# Gesucht: C7-633 p Adapterleitung für Peripherie gesucht



## SUZI (13 September 2018)

Hallo, 
leider konnte mir Siemens nicht mehr weiterhelfen. 
Suche die Adapterleitung mit der eine externe Peripheriebaugruppe direkt an das C7-633 angeschlossen werden kann.
Die Leitung wird direkt bei der Batterie-Halterung über einen Pfostenstecker - vermutlich "Verlängerung des Rückwandbusses" eingesteckt 
Hat jemand sowas zufällig irgendwo rumliegen?

LG
SUZI


----------



## DeltaMikeAir (14 September 2018)

Guten Morgen,

ich habe noch ein C7 Gerät mit Zusatzperipherie im Lager. Ich habe dir das Kabel einmal komplett abfotografiert.
So könntest du es selber nachfertigen.

Seite 1 = Basisgerät = 14 polig
Seite 2 = Zusatzgerät = 20 polig


----------



## DeltaMikeAir (14 September 2018)

Weitere Bilder:


----------



## DeltaMikeAir (14 September 2018)

Montiert sieht das Ganze dann so aus:


----------



## SUZI (14 September 2018)

Hallo Delta,
die C7-Seite wird vermutlich passen, die andere Seite jedoch nicht, da diese direkt statt des Rückwandbus-Moduls der S7-Peripheriebaugruppe (z.Bsp.
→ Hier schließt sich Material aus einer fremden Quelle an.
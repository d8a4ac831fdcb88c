#include "logcentral.h"

#include <inttypes.h>
#include <limits.h>
#include <stdio.h>
#include <stdlib.h>
#include <string.h>

#include "judge.h"
#include "logpg.h"

#define CENTRAL_FETCH 500          /* rows per FETCH of a walk */
#define CENTRAL_PARAMS 16

struct central {
    struct logpg *pg;
    int has_evdir;
    char evdir[PATH_MAX];
    char scope[LOG_ID_MAX];        /* "" none */
    char only[LOG_ID_MAX];         /* the one station held, when the chain key is implied */
    unsigned walks;                /* names each walk's cursor */
};

/* A record row: its columns, the station's line, its two evidence slots
 * (frame, overlay; purged flags from evidence_purged) and its latest
 * disposition, so a walk needs one query, not three per record.  Times are
 * compared byte-wise (COLLATE "C"), as SQLite compares them locally. */
#define REC_SELECT                                                                                \
    "SELECT r.seq, r.utc, r.rec_station, r.operator, r.serial, r.recipe_id, r.recipe_version,"   \
    " r.recipe_sha256, r.model_sha256, r.scale_id, r.verdict, r.reasons, r.regions, r.camera,"   \
    " r.prev_hash, r.hash, r.sig, r.station, s.line,"                                           \
    " ef.name, ef.sha256, ef.bytes, pf.name IS NOT NULL,"                                       \
    " eo.name, eo.sha256, eo.bytes, po.name IS NOT NULL,"                                       \
    " d.dseq, d.record_seq, d.utc, d.auditor, d.disposition, d.comment, d.prev_hash, d.hash,"   \
    " d.sig"                                                                                     \
    " FROM records r JOIN stations s ON s.station = r.station"                                  \
    " LEFT JOIN evidence ef ON ef.station = r.station AND ef.record_seq = r.seq"               \
    " AND ef.kind = 'frame'"                                                                     \
    " LEFT JOIN evidence_purged pf ON pf.station = ef.station AND pf.name = ef.name"            \
    " LEFT JOIN evidence eo ON eo.station = r.station AND eo.record_seq = r.seq"               \
    " AND eo.kind = 'overlay'"                                                                   \
    " LEFT JOIN evidence_purged po ON po.station = eo.station AND po.name = eo.name"            \
    " LEFT JOIN LATERAL (SELECT * FROM dispositions x WHERE x.station = r.station"             \
    " AND x.record_seq = r.seq ORDER BY x.dseq DESC LIMIT 1) d ON true WHERE true"
#define DISP_COLS "dseq, record_seq, utc, auditor, disposition, comment, prev_hash, hash, sig"
#define VER_COLS                                                                              \
    "vseq, utc, rec_station, recipe_id, recipe_version, recipe_sha256, model_sha256, outcome,"  \
    " masters, prev_hash, hash, sig"

/* Runs sql with text parameters; NULL (and e filled) unless it succeeded. */
static PGresult *run(struct central *c, const char *sql, int n, const char *const *p,
                     const char *what, struct err *e)
{
    PGconn *conn = logpg_conn(c->pg);
    PGresult *r = PQexecParams(conn, sql, n, NULL, p, NULL, NULL, 0);
    int st = PQresultStatus(r);
    if (st == PGRES_TUPLES_OK || st == PGRES_COMMAND_OK)
        return r;
    const char *primary = r ? PQresultErrorField(r, PG_DIAG_MESSAGE_PRIMARY) : NULL;
    char line[400];
    err_set(e, PQstatus(conn) == CONNECTION_OK ? ST_ELIB : ST_EIO, "central database %s: %s: %s",
            logpg_name(c->pg), what,
            logpg_first_line(primary ? primary : PQerrorMessage(conn), line, sizeof line));
    PQclear(r);
    return NULL;
}

static void col_copy(PGresult *r, int row, int col, char *dst, size_t len)
{
    snprintf(dst, len, "%s", PQgetisnull(r, row, col) ? "" : PQgetvalue(r, row, col));
}

static char *col_dup(PGresult *r, int row, int col, int *oom)
{
    if (PQgetisnull(r, row, col))
        return NULL;
    char *d = strdup(PQgetvalue(r, row, col));
    if (!d)
        *oom = 1;
    return d;
}

static int64_t col_i64(PGresult *r, int row, int col)
{
    return PQgetisnull(r, row, col) ? 0 : strtoll(PQgetvalue(r, row, col), NULL, 10);
}

static int col_true(PGresult *r, int row, int col)
{
    return !PQgetisnull(r, row, col) && PQgetvalue(r, row, col)[0] == 't';
}

/* The disposition columns DISP_COLS starting at col. */
/* Every row of r (then cleared) as a heap array of elem-sized values, each
 * filled by read (nonzero: out of memory); on failure free_rows, given the
 * rows read, frees what they hold and the array. */
static int rows_read(const struct central *c, PGresult *r, size_t elem,
                     int (*read)(PGresult *, int, void *), void (*free_rows)(void *, int),
                     void **out, int *n, struct err *e)
{
    int rows = PQntuples(r), oom = 0;
    char *a = calloc(rows ? (size_t)rows : 1, elem);
    for (int i = 0; a && !oom && i < rows; i++)
        oom = read(r, i, a + (size_t)i * elem);
    PQclear(r);
    if (!a || oom) {
        free_rows(a, a ? rows : 0);
        return err_set(e, ST_ENOMEM, "central database %s: out of memory", logpg_name(c->pg));
    }
    *out = a;
    *n = rows;
    return ST_OK;
}
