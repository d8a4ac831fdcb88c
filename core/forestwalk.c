/* forest: evaluation of a loaded forest (forest.h: forest_predict,
 * forest_classify, forest_classify_at) by the walk forest_use_walk chose:
 * scalar, wide (AVX-512) or rank (AVX-512 BW and VBMI). */
#include "forest.h"

#include <math.h>
#include <pthread.h>
#include <string.h>

#include <immintrin.h>

#include "forestlayout.h"

struct scratch {
    uint32_t tab[SCRATCH_KEYS];            /* key at slot * block + row */
    uint8_t rtab[SCRATCH_KEYS] __attribute__((aligned(64))); /* the rank walk's: rank there */
    float margin[MAX_CLASSES * MAX_BLOCK]; /* class * block + row */
};

/* Row r of a block: x + r * nfeat, or x + pix[r] * nfeat when rows are
 * picked by index. */
static const float *row_at(const float *x, const uint32_t *pix, size_t nfeat, int r)
{
    return x + (pix ? (size_t)pix[r] : (size_t)r) * nfeat;
}

/* Fills the slot table for rows [0, nrows); rows up to the next multiple
 * of GROUP are zero so whole groups can walk without a tail loop. */
static void fill_table(const struct forest *f, const float *x, const uint32_t *pix, size_t nfeat,
                       int nrows, uint32_t *tab)
{
    /* padded for the wide walk's 16 lanes too (a multiple of GROUP) */
    int padded = (nrows + WIDE_LANES - 1) / WIDE_LANES * WIDE_LANES;
    for (int s = 0; s < f->nslots; s++) {
        float nan_as = f->slot_nan[s];
        uint32_t *dst = tab + (size_t)s * (size_t)f->block;
        for (int r = 0; r < nrows; r++) {
            float v = row_at(x, pix, nfeat, r)[f->slot_feat[s]];
            dst[r] = float_key(isnan(v) ? nan_as : v);
        }
        for (int r = nrows; r < padded; r++)
            dst[r] = 0;
    }
    /* A forest of single leaves still reads (and ignores) slot 0. */
    if (f->nslots == 0)
        memset(tab, 0, (size_t)padded * sizeof *tab);
}
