static struct onnx_op *op_new(struct cut *c, enum onnx_kind kind, const Onnx__NodeProto *n, int nin)
{
    struct onnx_op *ops = realloc(c->g->ops, (size_t)(c->g->nops + 1) * sizeof *ops);
    if (!ops) {
        err_set(c->e, ST_ENOMEM, "%s: out of memory", c->m->path);
        return NULL;
    }
    c->g->ops = ops;
    struct onnx_op *op = &ops[c->g->nops];
    memset(op, 0, sizeof *op);
    op->in = calloc((size_t)nin, sizeof *op->in);
    if (!op->in) {
        err_set(c->e, ST_ENOMEM, "%s: out of memory", c->m->path);
        return NULL;
    }
    c->g->nops++;
    op->kind = kind;
    op->nin = nin;
    snprintf(op->name, sizeof op->name, "%s", node_name(n));
    op->kh = op->kw = op->sh = op->sw = op->dh = op->dw = 1;
    op->group = 1;
    op->lo = -INFINITY;
    op->hi = INFINITY;
    return op;
}

static int resolve(struct cut *c, const char *name, int *value);
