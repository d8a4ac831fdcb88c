/* station/label_*: the labelling tool driven by scripted SDL events under
 * SDL's offscreen video driver with the software renderer; the saved masks
 * read back through libpng and compared pixel for pixel with masks this
 * test computes on its own.
 *
 * Outside sources: a disc is the set of pixel centres within r of its
 * centre ((x - cx)² + (y - cy)² <= r², the usual digital disc, e.g.
 * scikit-image's draw.disk with centre and radius); a line's samples are
 * the DDA points (x0 + round(k dx / n), y0 + round(k dy / n)), k = 1..n,
 * n = max(|dx|, |dy|) (the digital differential analyser as textbooks
 * give it; common practice, no single source); the fill is checked
 * against scikit-image's segmentation.flood in tests/ref/test_label_fill.py;
 * here against a rectangle painted into the picture, whose pixels are
 * exactly the region a 4-connected fill of its colour must find.  IoU is
 * the Jaccard index per class averaged over the classes present (sklearn's
 * jaccard_score(average=None), the definition core/metrics.h states and
 * tests/ref/test_metrics.py holds it to).  The snapshots stay in
 * label-shots/ beside this program for a person to look at. */
#define _XOPEN_SOURCE 700   /* nftw */
#include <stdarg.h>
#include <stddef.h>
#include <stdint.h>
#include <setjmp.h>
#include <cmocka.h>

#include <SDL.h>
#include <ftw.h>
#include <libgen.h>
#include <math.h>
#include <stdio.h>
#include <stdlib.h>
#include <string.h>
#include <sys/stat.h>
#include <unistd.h>

#include "core/metrics.h"
#include "core/pngio.h"
#include "station/label_app.h"
#include "station/label_doc.h"
#include "station/simbench.h"

#define W 97
#define H 61
/* the rectangle the fill must find, in a colour far from the gradient */
#define RX0 60
#define RY0 10
#define RX1 80   /* exclusive */
#define RY1 30

static char shot_dir[512];
static char dir[64];

static int rm_one(const char *p, const struct stat *st, int flag, struct FTW *f)
{
    (void)st, (void)flag, (void)f;
    return remove(p);
}

static void rm_tree(const char *p)
{
    nftw(p, rm_one, 8, FTW_DEPTH | FTW_PHYS);
}

static void write_png(const char *path, const struct image *img)
{
    struct err e;
    err_clear(&e);
    if (pngio_save(path, img, 1, &e))
        fail_msg("%s", e.msg);
}

/* A fresh dataset of two W x H pictures: a gradient with the rectangle. */
static void make_dataset(void)
{
    rm_tree(dir);
    char p[128];
    snprintf(p, sizeof p, "%s/images", dir);
    assert_int_equal(mkdir(dir, 0777), 0);
    assert_int_equal(mkdir(p, 0777), 0);
    struct err e;
    struct image *img = image_new(W, H, 3, &e);
    assert_non_null(img);
    for (int y = 0; y < H; y++)
        for (int x = 0; x < W; x++) {
            uint8_t *px = &img->px[((size_t)y * W + x) * 3];
            int in = x >= RX0 && x < RX1 && y >= RY0 && y < RY1;
            px[0] = in ? 200 : (uint8_t)(x * 2);
            px[1] = in ? 40 : (uint8_t)(y * 3);
            px[2] = in ? 40 : 128;
        }
    snprintf(p, sizeof p, "%s/images/a.png", dir);
    write_png(p, img);
    snprintf(p, sizeof p, "%s/images/b.png", dir);
    write_png(p, img);
    image_free(img);
}

static struct label_app *open_app(const char *recipe, struct err *e)
{
    struct label_app_options o = {0};
    label_view_options_init(&o.view);
    o.view.allow_offscreen = 1;
    o.dir = dir;
    o.recipe = recipe;
    struct label_app *a = NULL;
    err_clear(e);
    label_app_new(&o, &a, e);
    return a;
}

static void run_script(struct label_app *a, const char *text)
{
    char path[128];
    snprintf(path, sizeof path, "%s/script.txt", dir);
    FILE *f = fopen(path, "w");
    assert_non_null(f);
    fputs(text, f);
    assert_int_equal(fclose(f), 0);
    struct err e;
    err_clear(&e);
    if (label_app_script(a, path, &e))
        fail_msg("%s", e.msg);
    unlink(path);
}

/* The test's own rasterisation (see the head comment). */
static void disc(uint8_t *m, int cx, int cy, int r, uint8_t v)
{
    for (int y = 0; y < H; y++)
        for (int x = 0; x < W; x++)
            if ((x - cx) * (x - cx) + (y - cy) * (y - cy) <= r * r)
                m[y * W + x] = v;
}

static long round_half_away(double v)
{
    return v < 0 ? -(long)(-v + 0.5) : (long)(v + 0.5);
}

static void stroke(uint8_t *m, const int (*pt)[2], int n, int r, uint8_t v)
{
    disc(m, pt[0][0], pt[0][1], r, v);
    for (int i = 1; i < n; i++) {
        int dx = pt[i][0] - pt[i - 1][0], dy = pt[i][1] - pt[i - 1][1];
        int steps = abs(dx) > abs(dy) ? abs(dx) : abs(dy);
        for (int k = 1; k <= steps; k++)
            disc(m, pt[i - 1][0] + (int)round_half_away((double)k * dx / steps),
                 pt[i - 1][1] + (int)round_half_away((double)k * dy / steps), r, v);
    }
}

static struct image *load_saved(const char *stem)
{
    char p[128];
    snprintf(p, sizeof p, "%s/labels/%s.png", dir, stem);
    struct image *lab = NULL;
    struct err e;
    err_clear(&e);
    if (pngio_load_label(p, 0, &lab, &e))
        fail_msg("%s", e.msg);
    assert_int_equal(lab->w, W);
    assert_int_equal(lab->h, H);
    return lab;
}

static void assert_same_mask(const uint8_t *got, const uint8_t *want)
{
    for (int i = 0; i < W * H; i++)
        if (got[i] != want[i])
            fail_msg("pixel (%d, %d): saved %d, painted %d", i % W, i / W, got[i], want[i]);
}

static void shot(struct label_app *a, const char *name)
{
    char p[600];
    snprintf(p, sizeof p, "%s/%s.png", shot_dir, name);
    struct err e;
    err_clear(&e);
    if (label_app_draw(a, &e) || label_view_snapshot(a->view, p, &e))
        fail_msg("%s", e.msg);
}

static void test_strokes_erase_fill_undo_redo_save(void **state)
{
    (void)state;
    make_dataset();
    struct err e;
    struct label_app *a = open_app(NULL, &e);
    if (!a)
        fail_msg("%s", e.msg);
    assert_true(a->zoom.scale >= 1);   /* every pixel addressable */
    /* radius 4 by default: 3 then 5 after two ']' */
    run_script(a, "key 2\nkey [\n"
                  "down 10 10\nmove 14 12\nmove 30 20\nmove 31 40\nup 31 40\n"
                  "key ]\nkey ]\nkey ]\n"
                  "down 20 15 right\nmove 26 18\nup 26 18 right\n"
                  "key f\nkey 7\ndown 65 20\nup 65 20\n"
                  "key z ctrl\nkey y ctrl\n"
                  "key b\nkey 1\ndown 50 50\nmove 60 52\nup 60 52\n"
                  "key z ctrl\n");
    /* the same edits by the test's own rules */
    uint8_t want[W * H];
    memset(want, 255, sizeof want);
    const int s1[][2] = {{10, 10}, {14, 12}, {30, 20}, {31, 40}, {31, 40}};
    stroke(want, s1, 5, 3, 2);
    const int s2[][2] = {{20, 15}, {26, 18}, {26, 18}};
    stroke(want, s2, 3, 6, 255);
    for (int y = RY0; y < RY1; y++)
        for (int x = RX0; x < RX1; x++)
            want[y * W + x] = 7;
    assert_true(label_doc_dirty(a->doc));
    assert_int_equal(label_app_mark(a, 0), LABEL_MARK_UNSAVED);
    shot(a, "label-strokes");
    run_script(a, "key s\n");
    assert_false(label_doc_dirty(a->doc));
    assert_int_equal(label_app_mark(a, 0), LABEL_MARK_SAVED);
    assert_int_equal(label_app_mark(a, 1), LABEL_MARK_NONE);
    struct image *lab = load_saved("a");
    assert_same_mask(lab->px, want);
    image_free(lab);
    /* the undone stroke is redoable until a new edit, which drops it */
    assert_true(label_doc_can_redo(a->doc));
    run_script(a, "key 3\ndown 5 55\nup 5 55\n");
    assert_false(label_doc_can_redo(a->doc));
    disc(want, 5, 55, 6, 3);
    /* stepping to the next image saves the changed mask */
    run_script(a, "key n\n");
    assert_int_equal(a->cur, 1);
    lab = load_saved("a");
    assert_same_mask(lab->px, want);
    image_free(lab);
    char tmp[128];
    snprintf(tmp, sizeof tmp, "%s/labels/a.png.tmp", dir);
    assert_int_not_equal(access(tmp, F_OK), 0);   /* renamed, not left behind */
    assert_int_equal(label_app_free(a, &e), ST_OK);
    /* reopened, the saved mask is what shows */
    a = open_app(NULL, &e);
    assert_non_null(a);
    assert_same_mask(label_doc_mask(a->doc), want);
    assert_false(label_doc_dirty(a->doc));
    label_app_free(a, &e);
}

static void test_panel_click_and_unsavable_quit(void **state)
{
    (void)state;
    make_dataset();
    /* a file where the labels folder should be: no mask can be saved */
    char p[128];
    snprintf(p, sizeof p, "%s/labels", dir);
    FILE *f = fopen(p, "w");
    assert_non_null(f);
    fclose(f);
    struct err e;
    struct label_app *a = open_app(NULL, &e);
    if (!a)
        fail_msg("%s", e.msg);
    /* zoomed in, image pixels lie under the panel too: a click there paints none */
    double before = a->zoom.scale;
    run_script(a, "move 90 30\nwheel 90 30 5\n");
    int px, py;
    label_zoom_to_image(&a->zoom, a->mouse_x, a->mouse_y, &px, &py);
    assert_int_equal(px, 90);   /* zoomed around the pointer: the same pixel under it */
    assert_int_equal(py, 30);
    assert_true(fabs(a->zoom.scale / before - pow(LABEL_ZOOM_STEP, 5)) < 1e-9);
    SDL_Event ev;
    memset(&ev, 0, sizeof ev);
    ev.type = SDL_MOUSEBUTTONDOWN;
    ev.button.button = SDL_BUTTON_LEFT;
    ev.button.x = a->zoom.area.x + a->zoom.area.w + 20;
    ev.button.y = a->zoom.area.y + a->zoom.area.h / 2;
    int ix, iy;
    label_zoom_to_image(&a->zoom, ev.button.x, ev.button.y, &ix, &iy);
    assert_true(ix >= 0 && ix < W && iy >= 0 && iy < H);   /* an image pixel is under it */
    assert_int_equal(label_app_event(a, &ev, &e), ST_OK);
    ev.type = SDL_MOUSEBUTTONUP;
    assert_int_equal(label_app_event(a, &ev, &e), ST_OK);
    assert_int_equal(label_doc_labelled(a->doc), 0);
    /* a stroke that cannot be saved keeps the window open once */
    run_script(a, "key z\ndown 10 10\nup 10 10\n");
    assert_true(label_doc_dirty(a->doc));
    memset(&ev, 0, sizeof ev);
    ev.type = SDL_KEYDOWN;
    ev.key.keysym.sym = SDLK_q;
    assert_int_not_equal(label_app_event(a, &ev, &e), ST_OK);
    assert_false(a->quit);
    assert_non_null(strstr(a->status, "quit again to leave without saving"));
    assert_non_null(strstr(e.msg, "/labels/a.png"));
    assert_int_equal(label_app_event(a, &ev, &e), ST_OK);
    assert_true(a->quit);
    assert_int_not_equal(label_app_free(a, &e), ST_OK);   /* and says why at the end */
    unlink(p);
}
SM321/ SM322) eingesteckt war.
Deine Leitung ist vermutlich für das 6ES7 630..... Erweiterungsmodul. 
Was mich jedoch interessiert ist: Ist der Stecker am Basisgerät mit einem Pin-Abstand 2,5mm oder 2,54 mm.

Trotzdem vielen Dank für Deine Antwort 
LG Suzi


----------



## Onkel Dagobert (15 September 2018)

Direkt an den Rückwandbus, gibt es so etwas? Ich schätze, du benötigst ein Interface-Modul IM361 mit einem entsprechenden Kabel. Dieses müsste dann auf der C7-Seite an X5 angesteckt werden.


----------



## PN/DP (15 September 2018)

Beim C7-633P (633-1DF02) ist der Rückwandbus des Grundgerätes ("Rack 0") über den internen Pfostenstecker X7 herausführbar (neben der Batterie). Da wird ein kurzes buntes 14-adriges Flachkabel angeschlossen, um ein oder zwei S7-300-Baugruppen direkt an der Rückseite montieren zu können (siehe Fotos). Bei Bedarf könnte ich das Kabel am Montag nochmal genau fotografieren. Leider weiß/finde ich die Bestellnummer des Kabels nicht (gehört vermutlich zu dem Erweiterungsset mit dem Alu-Teil). Eventuell kann man das Peripherieerweiterungskabel 6ES7635-0AA00-6CA0 verwenden oder umbauen (da hätte man wenigstens den speziellen Rückwandbus-Stecker).

Tip ohne Kabel basteln:
Bei uns sterben nach 15 Jahren Betriebszeit bei mehreren C7-633P nach und nach integrierte Eingänge und Ausgänge der C7. Diese C7 "repariere" ich, indem ich die kaputten E/A durch externe S7-300-Baugruppen an der integrierten IM360 (X5) ersetze: ein normales S7-300-Erweiterungsrack mit IM361 (6ES7361-3CA01-0AA0) und Verbindungsleitung 368. In HW Konfig stelle ich die externen Baugruppen auf die Adressen der internen E/A ein und brauche so am Programm nichts ändern. Auf diesem Weg lassen sich die C7 ganz offiziell mit S7-300-Baugruppen erweitern. siehe Handbuch Kapitel 2.10

Harald


----------



## SUZI (15 September 2018)

Hallo PN/DP, 

Volltreffer, 
Für das Kabel gibt es meines Wissens keine eigene Bestellnummer. Es wurde meines Wissens mit dem Aufsatz für die externe PEripheriebaugruppe geliefert. Leider sind die Komponenten oder Daten zum Nachbau nicht mehr von Siemens lieferbar.

SUZI


----------



## PN/DP (15 September 2018)

Falls Du noch einen alten Katalog/CD/PDF *ST70* hast (2005 oder älter), da sollte die Bestellnummer des "Peripherieset 2 Baugruppen für Peripherieerweiterung direkt am Gerät" für das C7-633 drin sein (gab es das Set auch für 4 Baugruppen?), vielleicht sogar eine Bestellnummer für ein Peripherieerweiterungskabel. Ganz ohne Bestellnummern sucht es sich sehr schlecht... leider gibt es im SIOS das Handbuch für C7-633 6ES7633-1DF02-.. nicht (mehr) zum Download (nur für das 633-1DF00)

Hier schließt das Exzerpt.